(Goal of the exercise): Take the entries below and print only the lines from the one with "filename chemistry/ode/lu.ts" through the one with "ml-matrix's LuDecomposition allocates", exactly as they stand, both ends included.
-------- Data for processing
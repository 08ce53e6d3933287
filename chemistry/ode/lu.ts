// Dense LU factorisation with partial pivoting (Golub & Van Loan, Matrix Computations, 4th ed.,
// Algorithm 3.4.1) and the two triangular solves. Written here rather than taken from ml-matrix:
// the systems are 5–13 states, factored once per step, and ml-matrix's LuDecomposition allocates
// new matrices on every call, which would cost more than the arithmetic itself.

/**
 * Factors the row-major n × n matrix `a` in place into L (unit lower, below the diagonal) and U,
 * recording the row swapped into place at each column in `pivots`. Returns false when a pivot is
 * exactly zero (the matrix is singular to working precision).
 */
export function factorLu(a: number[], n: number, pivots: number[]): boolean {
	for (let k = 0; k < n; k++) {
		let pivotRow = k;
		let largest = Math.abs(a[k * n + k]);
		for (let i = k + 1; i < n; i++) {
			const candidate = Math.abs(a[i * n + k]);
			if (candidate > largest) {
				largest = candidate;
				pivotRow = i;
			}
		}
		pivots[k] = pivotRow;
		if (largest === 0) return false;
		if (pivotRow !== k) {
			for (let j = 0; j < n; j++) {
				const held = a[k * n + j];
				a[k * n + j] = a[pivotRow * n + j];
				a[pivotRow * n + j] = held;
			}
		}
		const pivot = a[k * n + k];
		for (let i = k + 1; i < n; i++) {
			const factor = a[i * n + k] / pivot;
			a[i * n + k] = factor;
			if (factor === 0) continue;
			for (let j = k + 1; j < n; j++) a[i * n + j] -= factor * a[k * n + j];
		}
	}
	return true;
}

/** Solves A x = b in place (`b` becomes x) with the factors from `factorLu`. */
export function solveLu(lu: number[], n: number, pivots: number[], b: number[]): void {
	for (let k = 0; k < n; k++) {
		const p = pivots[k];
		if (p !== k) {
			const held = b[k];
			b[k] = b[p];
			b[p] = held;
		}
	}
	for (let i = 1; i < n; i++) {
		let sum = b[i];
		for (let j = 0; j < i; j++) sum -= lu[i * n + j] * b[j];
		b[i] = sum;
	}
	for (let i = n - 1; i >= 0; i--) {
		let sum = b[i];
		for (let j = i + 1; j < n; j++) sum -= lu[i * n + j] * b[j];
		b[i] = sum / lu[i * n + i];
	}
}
----------------
(Solved problem):
filename chemistry/ode/lu.ts
// Dense LU factorisation with partial pivoting (Golub & Van Loan, Matrix Computations, 4th ed.,
// Algorithm 3.4.1) and the two triangular solves. Written here rather than taken from ml-matrix:
// the systems are 5–13 states, factored once per step, and ml-matrix's LuDecomposition allocates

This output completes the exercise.